The Vorabpauschale is an annual minimum tax on accumulating ETFs that have not distributed dividends. It is calculated as: base return rate (Basiszins, set annually by the BMF — in 2024: 2.29%) × fund value at start of year × 0.7 (partial exemption for equity funds). This amount is taxed at the 26.375% Abgeltungssteuer rate each January. For most retail investors with the €1,000 annual Freistellungsauftrag, the Vorabpauschale is fully or partially offset by this allowance. The calculator models this automatically when you select "Accumulating ETF" as the investment type.
Should I use the nominal or real return in my planning?
For planning future purchasing power (e.g., "how much will I have in retirement in today's money?"), always use real returns (nominal return minus expected inflation). For planning nominal wealth (e.g., for tax calculations or comparing with a mortgage), use nominal returns. A common mistake is planning with 8% nominal return and comparing the result to today's prices — this overstates the real outcome significantly. The calculator shows both views side-by-side: nominal final value and inflation-adjusted (real) final value, so you can use whichever is appropriate for your goal.

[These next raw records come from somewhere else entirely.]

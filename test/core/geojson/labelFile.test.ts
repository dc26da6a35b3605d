import { describe, expect, it } from 'vitest';
import { LabelFileError, readLabelFile } from '../../../src/core/geojson/labelFile.ts';

const square = (x: number, y: number, s: number) => [[[x, y], [x + s, y], [x + s, y + s], [x, y + s], [x, y]]];
const collection = (features: unknown[], extra: Record<string, unknown> = {}) =>
  JSON.stringify({ type: 'FeatureCollection', ...extra, features });
const feature = (id: unknown, species: unknown, coordinates: unknown, properties: Record<string, unknown> = {}) => ({
  type: 'Feature', id, properties: { species, ...properties }, geometry: { type: 'Polygon', coordinates },
});

function problem(text: string, options = {}): string {
  try {
    readLabelFile(text, 'site.geojson', options);
  } catch (error) {
    expect(error).toBeInstanceOf(LabelFileError);
    return (error as Error).message;
  }
  throw new Error('expected the file to be refused');
}

describe('readLabelFile', () => {
  it('measures RFC 7946 lon/lat in the UTM zone of the centre', () => {
    const file = readLabelFile(collection([feature('a', 'pice', [[[10.5, 46.5], [10.5001, 46.5], [10.5001, 46.5001], [10.5, 46.5]]])]), 'x.geojson');
    expect(file.sourceEpsg).toBe(4326);
    expect(file.epsg).toBe(32632);
    // Reference: GDAL 3.6.2 gdaltransform -s_srs EPSG:4326 -t_srs EPSG:32632 of (10.5, 46.5)
    // gives 615097.162593407 5150696.34623148 (computed once on this machine).
    const [x, y] = file.patches[0].rings[0][0][0];
    expect(x).toBeCloseTo(615097.162593407, 3);
    expect(y).toBeCloseTo(5150696.34623148, 3);
  });

  it('uses the southern UTM zone south of the equator', () => {
    const file = readLabelFile(collection([feature(1, 'notho', [[[-70.25, -33.1], [-70.2499, -33.1], [-70.2499, -33.0999], [-70.25, -33.1]]])]), 'x.geojson');
    expect(file.epsg).toBe(32719);
    // Reference: GDAL 3.6.2 gdaltransform to EPSG:32719 of (-70.25, -33.1): 383358.34786972 6336932.05069384
    expect(file.patches[0].rings[0][0][0][0]).toBeCloseTo(383358.34786972, 3);
    expect(file.patches[0].rings[0][0][0][1]).toBeCloseTo(6336932.05069384, 3);
  });

  it('keeps a projected CRS named by a legacy crs member', () => {
    const file = readLabelFile(collection([feature('p', 'pinu', square(600000, 5100000, 4))], {
      crs: { type: 'name', properties: { name: 'urn:ogc:def:crs:EPSG::32632' } },
    }), 'x.geojson');
    expect(file.epsg).toBe(32632);
    expect(file.patches[0].rings[0][0][1]).toEqual([600004, 5100000]);
  });

  it('reprojects lon/lat into a given target CRS', () => {
    const file = readLabelFile(collection([feature('a', 'pice', [[[10.5, 46.5], [10.6, 46.5], [10.6, 46.6], [10.5, 46.5]]])]), 'x.geojson', { targetEpsg: 32632 });
    expect(file.epsg).toBe(32632);
  });

  it('reads tags as codes or objects, MultiPolygons and properties.id', () => {
    const text = collection([
      { type: 'Feature', properties: { id: 7, species: 'betu', tags: ['betu', { species: 'alnu', interpreter: 'B', confidence: 'unsure' }] },
        geometry: { type: 'MultiPolygon', coordinates: [square(0, 0, 1), square(5, 5, 1)] } },
    ], { crs: { type: 'name', properties: { name: 'EPSG:32632' } } });
    const [patch] = readLabelFile(text, 'x.geojson').patches;
    expect(patch.id).toBe(7);
    expect(patch.rings).toHaveLength(2);
    expect(patch.tags).toEqual([{ species: 'betu' }, { species: 'alnu', interpreter: 'B', confidence: 'unsure' }]);
  });

  it('keeps broken geometry for the checks: null positions become NaN, open rings stay open', () => {
    const text = collection([feature('b', 'pice', [[[0, 0], [1, 0], [null, 1]]])], { crs: { type: 'name', properties: { name: 'EPSG:32632' } } });
    const ring = readLabelFile(text, 'x.geojson').patches[0].rings[0][0];
    expect(ring).toHaveLength(3);
    expect(Number.isNaN(ring[2][0])).toBe(true);
  });

  it('names the file and the feature in every refusal', () => {
    expect(problem('{oops')).toMatch(/^site\.geojson: not valid JSON/);
    expect(problem('[]')).toBe('site.geojson: expected a GeoJSON FeatureCollection, found an array');
    expect(problem(JSON.stringify({ type: 'FeatureCollection' }))).toMatch(/no "features" array/);
    expect(problem(collection([feature(undefined, 'pice', square(0, 0, 1))]))).toMatch(/feature 0: has no "id"/);
    expect(problem(collection([feature('a', '', square(0, 0, 1))]))).toMatch(/feature 0 \(id "a"\): has no "species"/);
    expect(problem(collection([feature('a', 'x', square(0, 0, 1)), feature('a', 'y', square(0, 0, 1))])))
      .toMatch(/feature 1 \(id "a"\): repeats the id of feature 0/);
    expect(problem(collection([{ type: 'Feature', id: 'l', properties: { species: 'x' }, geometry: { type: 'LineString', coordinates: [] } }])))
      .toMatch(/geometry is a LineString, expected Polygon or MultiPolygon/);
    expect(problem(collection([feature('a', 'x', [[[0, 0], 5]])]))).toMatch(/coordinates\[0\]\[1\] is not a position/);
    expect(problem(collection([feature('a', 'x', square(600000, 5100000, 1))]))).toMatch(/is not lon\/lat/);
    expect(problem(collection([feature('a', 'x', square(0, 0, 1), { tags: 'pice' })]))).toMatch(/"tags" must be an array/);
    expect(problem(collection([], { crs: { type: 'name', properties: { name: 'local grid' } } }))).toMatch(/unsupported "crs" name/);
    expect(problem(collection([feature('a', 'x', square(0, 0, 1))], { crs: { type: 'name', properties: { name: 'EPSG:99999' } } }), { targetEpsg: 32632 }))
      .toMatch(/unsupported CRS EPSG:99999/);
  });

  it('accepts an assumed EPSG for projected coordinates without a crs member', () => {
    const file = readLabelFile(collection([feature('a', 'x', square(600000, 5100000, 2))]), 'x.geojson', { assumeEpsg: 32632 });
    expect(file.epsg).toBe(32632);
    expect(file.patches[0].rings[0][0][0]).toEqual([600000, 5100000]);
  });
});
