import type { InterpreterProfile } from './interpreterProfiles.ts';
import type { SiteWriter } from './siteWriter.ts';

// A switch of interpreter at the desk of an open site goes into that site's ledger as
// well as the machine's book of profiles, so the site's own history says who worked
// when, whichever machine it later travels to.

/** Records that `to` took the site's desk from `from`; nothing when it is the same person. */
export async function recordInterpreterSwitch(store: SiteWriter, from: string | null, to: InterpreterProfile, time: string): Promise<void> {
  if (from === to.name) return;
  await store.commitWith(() => ({ kind: 'interpreter.switched', payload: { from, to: to.name, initials: to.initials }, actor: to.name, time }));
}
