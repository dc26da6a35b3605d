import { recordRuling, describeDecision } from '../../app/rulings/recordRuling.ts';
import { reopenRuling } from '../../app/rulings/reopenRuling.ts';
import { rulingsQueue, type RulingsQueue } from '../../app/rulings/rulingsQueue.ts';
import { sendToThirdReader } from '../../app/rulings/sendToThirdReader.ts';
import { openBlindPassOf } from '../../core/blind/index.ts';
import type { Finding } from '../../core/checks/findings.ts';
import { filterQueue, itemAtPlace, overridesEveryone, queueProgress, speciesPairs, type DisagreementKind, type QueueItem } from '../../core/rulings/index.ts';
import { settledPatchesBySpecies } from '../../core/rulings/speciesSpectrum.ts';
import { namesNoSpecies } from '../../core/blind/answers.ts';
import type { MultiPolygonRings } from '../../core/geometry/types.ts';
import { tagsOfPatch, type Ruling, type RulingDecision, type SiteState } from '../../core/site/index.ts';
import type { SiteStore } from '../../store/SiteStore.ts';
import { systemClock } from '../../app/site/context.ts';
import { tellFailure } from '../state/tellFailure.ts';
import { rulingsPlaceOf, type RulingsPlace, type StatusFilter } from './RulingsPlace.svelte.ts';

// The state of the Rulings page: the queue of the stored site, its filters, the patch
// in hand, the reason being written and what the last action did. Every decision goes
// through the ruling use cases; the page only presents and forwards keys and clicks.
// The filters and the patch in hand live in the site's RulingsPlace, so they outlast the page.

export type { StatusFilter };

export class RulingsDesk {
  #raw = $state.raw<SiteState>(null as unknown as SiteState);
  #queue = $derived.by<RulingsQueue>(() => rulingsQueue(this.#raw, this.interpreter));
  #settled = $derived.by(() => settledPatchesBySpecies(this.#queue.view));
  reason = $state('');
  /** a decision waiting for its reason (it overrides every call) */
  pending = $state.raw<RulingDecision | null>(null);
  message = $state<{ text: string; problem: boolean } | null>(null);
  busy = $state(false);

  readonly #store: SiteStore;
  readonly #now: () => string;
  readonly #unsubscribe: () => void;
  readonly #place: RulingsPlace;

  constructor(store: SiteStore, readonly interpreter: string, now: () => string = systemClock, place: RulingsPlace = rulingsPlaceOf(store)) {
    this.#store = store;
    this.#now = now;
    this.#place = place;
    this.#raw = store.state;
    this.#unsubscribe = store.subscribe((s) => (this.#raw = s));
  }

  dispose(): void {
    this.#unsubscribe();
  }

  get kind(): DisagreementKind | '' { return this.#place.kind; }
  set kind(value: DisagreementKind | '') { this.#place.kind = value; }
  get who(): string { return this.#place.who; }
  set who(value: string) { this.#place.who = value; }
  /** 'A|B' species pair, or '' */
  get pair(): string { return this.#place.pair; }
  set pair(value: string) { this.#place.pair = value; }
  get status(): StatusFilter { return this.#place.status; }
  set status(value: StatusFilter) { this.#place.status = value; }
  /** the patch in hand; kept by id so a new ruling does not lose the place */
  get patchId(): string | null { return this.#place.patchId; }

  get all(): QueueItem[] {
    return this.#queue.items;
  }

  get progress() {
    return queueProgress(this.#queue.items);
  }

  get pairs(): [string, string][] {
    return speciesPairs(this.#queue.items);
  }

  get interpreters(): string[] {
    const names = this.#queue.items.flatMap((i) => i.calls.map((c) => c.interpreter));
    return names.filter((n, i) => names.indexOf(n) === i).sort();
  }

  get items(): QueueItem[] {
    const pair = this.pair ? (this.pair.split('|') as [string, string]) : undefined;
    return filterQueue(this.#queue.items, { kind: this.kind || undefined, interpreter: this.who || undefined, pair, status: this.status });
  }

  /** The ruler's own open blind pass, while there is one: the page stays shut. */
  get blindPass(): string | null {
    return openBlindPassOf(this.#raw, this.interpreter)?.id ?? null;
  }

  get roster() {
    return this.#raw.roster;
  }

  /** The patch in hand: the chosen one while the queue holds it, else the one now at its place (core/rulings/place.ts). */
  get current(): QueueItem | null {
    return itemAtPlace(this.items, this.#queue.items, this.#place);
  }

  get position(): number {
    const cur = this.current;
    return cur ? this.items.findIndex((i) => i.patchId === cur.patchId) : -1;
  }

  get patch() {
    const cur = this.current;
    return cur ? this.#queue.view.patches.get(cur.patchId) ?? null : null;
  }

  /** Every ruling ever made on the patch in hand, newest first (reopened ones included). */
  get history(): Ruling[] {
    const cur = this.current;
    if (!cur) return [];
    return [...this.#raw.rulings.values()].filter((r) => r.patchId === cur.patchId).sort((a, b) => b.time.localeCompare(a.time) || b.id.localeCompare(a.id));
  }

  /** The species the patch in hand is called or ruled, in call order, for its spectrum's company. */
  get speciesInvolved(): string[] {
    const cur = this.current;
    if (!cur) return [];
    const named = [...cur.calls.map((c) => c.species), cur.consensus.species ?? ''];
    const roster = this.#raw.roster.map((e) => e.code);
    return named.filter((s, i) => named.indexOf(s) === i && !namesNoSpecies(s) && roster.includes(s));
  }

  /** The outlines of the patches settled as a species. */
  settledOutlines(species: string): MultiPolygonRings[] {
    const patches = this.#queue.view.patches;
    return (this.#settled.get(species) ?? []).map((id) => patches.get(id)!.geometry);
  }

  get findings(): Finding[] {
    const cur = this.current;
    return cur ? this.#queue.findings.filter((f) => f.patches.map(String).includes(cur.patchId)) : [];
  }

  describe(decision: RulingDecision): string {
    return describeDecision(decision);
  }

  /** Steps through the listed items; wraps at the ends. */
  step(by: 1 | -1): void {
    const items = this.items;
    if (!items.length) return;
    const at = this.position;
    const next = at < 0 ? 0 : (at + by + items.length) % items.length;
    this.choose(items[next].patchId);
  }

  choose(patchId: string): void {
    this.#hold(patchId);
    this.reason = '';
    this.pending = null;
  }

  /** Notes the patch in hand as the place to come back to (before leaving for the desk). */
  keepPlace(): void {
    const cur = this.current;
    if (cur) this.#hold(cur.patchId);
  }

  /** Accepts the call of the n-th pass on the patch (0: A, 1: B, ...). */
  acceptCall(n: number): Promise<boolean> {
    const call = this.current?.calls[n];
    if (!call) {
      this.message = { text: `This patch has no call ${String.fromCharCode(65 + n)}.`, problem: true };
      return Promise.resolve(false);
    }
    return this.decide({ kind: 'accept', passId: call.passId });
  }

  speciesByKey(key: string): Promise<boolean> | null {
    const entry = this.#raw.roster.find((e) => e.key && e.key.toLowerCase() === key.toLowerCase());
    return entry ? this.decide({ kind: 'species', species: entry.code }) : null;
  }

  /**
   * Records a decision on the patch in hand. One that overrides every call waits for a
   * reason: the page then asks for it and `confirm` records it.
   */
  async decide(decision: RulingDecision): Promise<boolean> {
    const cur = this.current;
    if (!cur || this.busy) return false;
    if (cur.ruling) {
      this.message = { text: `Patch ${cur.patchId} is settled by ${cur.ruling.id}: reopen it (Shift+R) to rule again.`, problem: true };
      return false;
    }
    const tags = tagsOfPatch(this.#raw, cur.patchId);
    if (overridesEveryone(decision, tags) && !this.reason.trim()) {
      this.pending = decision;
      this.message = { text: `“${describeDecision(decision)}” overrides every call: write the reason and press Enter.`, problem: false };
      return false;
    }
    return this.#run(async () => {
      const ruling = await recordRuling(this.#store, { patchId: cur.patchId, decision, reason: this.reason, seen: null }, { interpreter: this.interpreter, time: this.#now() });
      this.message = { text: `Patch ${cur.patchId}: ${describeDecision(decision)} (${ruling.id}).`, problem: false };
      this.reason = '';
      this.pending = null;
      this.#advanceFrom(cur.patchId);
    });
  }

  /** Records the decision that waited for its reason. */
  confirm(): Promise<boolean> {
    return this.pending ? this.decide(this.pending) : Promise.resolve(false);
  }

  reopen(): Promise<boolean> {
    const cur = this.current;
    if (!cur?.ruling) {
      this.message = { text: 'There is no ruling in force on this patch to reopen.', problem: true };
      return Promise.resolve(false);
    }
    if (!this.reason.trim()) {
      this.message = { text: 'Write why the ruling is reopened (R), then press Shift+R again.', problem: true };
      return Promise.resolve(false);
    }
    const ruling = cur.ruling;
    return this.#run(async () => {
      const outcome = await reopenRuling(this.#store, ruling.id, this.reason, { interpreter: this.interpreter, time: this.#now() });
      const gone = outcome.passesGone.length ? ` Passes without their call here now: ${outcome.passesGone.join(', ')}.` : '';
      this.message = { text: `Ruling ${ruling.id} reopened; it stays in the history.${gone}`, problem: false };
      this.reason = '';
    });
  }

  sendToThird(reader: string): Promise<boolean> {
    const cur = this.current;
    if (!cur) return Promise.resolve(false);
    return this.#run(async () => {
      const pass = await sendToThirdReader(this.#store, cur.patchId, reader, { interpreter: this.interpreter, time: this.#now() });
      this.message = { text: `Patch ${cur.patchId} sent to ${pass.interpreter} in blind pass ${pass.id}.`, problem: false };
    });
  }

  #advanceFrom(patchId: string): void {
    const items = this.items;
    const open = items.find((i) => i.patchId !== patchId && !i.settled);
    this.#hold(open?.patchId ?? patchId);
  }

  #hold(patchId: string): void {
    this.#place.patchId = patchId;
    const at = this.items.findIndex((i) => i.patchId === patchId);
    if (at >= 0) this.#place.position = at;
  }

  async #run(work: () => Promise<void>): Promise<boolean> {
    this.busy = true;
    try {
      return await tellFailure(work, (text) => (this.message = { text, problem: true }));
    } finally {
      this.busy = false;
    }
  }
}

Does the calculator model the compound interest on monthly contributions correctly?
Yes. Monthly contributions are compounded monthly at the equivalent monthly rate (annual rate ÷ 12 for the simple approximation, or (1 + annual rate)^(1/12) − 1 for compound accuracy — the calculator uses the compound method). The difference between these methods is small but becomes visible over 20–30 years. Note that the annual return rate is applied on the full year's average balance, not just the year-end balance — meaning mid-year contributions earn partial-year returns in the same year they are invested.
What is the Freistellungsauftrag and how does it affect the calculation?
The Freistellungsauftrag is an annual tax allowance for capital gains and investment income in Germany: €1,000 per person (€2,000 for married couples filing jointly) from 2024 onwards (previously €801/€1,602). All capital gains, dividends, and Vorabpauschale payments below this threshold are completely tax-free. The calculator deducts this allowance before applying Abgeltungssteuer each year, meaning small portfolios in early years pay zero tax on investment income. Submit a Freistellungsauftrag to your broker (Depotbank) to ensure the allowance is applied automatically — otherwise tax is withheld and you must reclaim it via your tax return.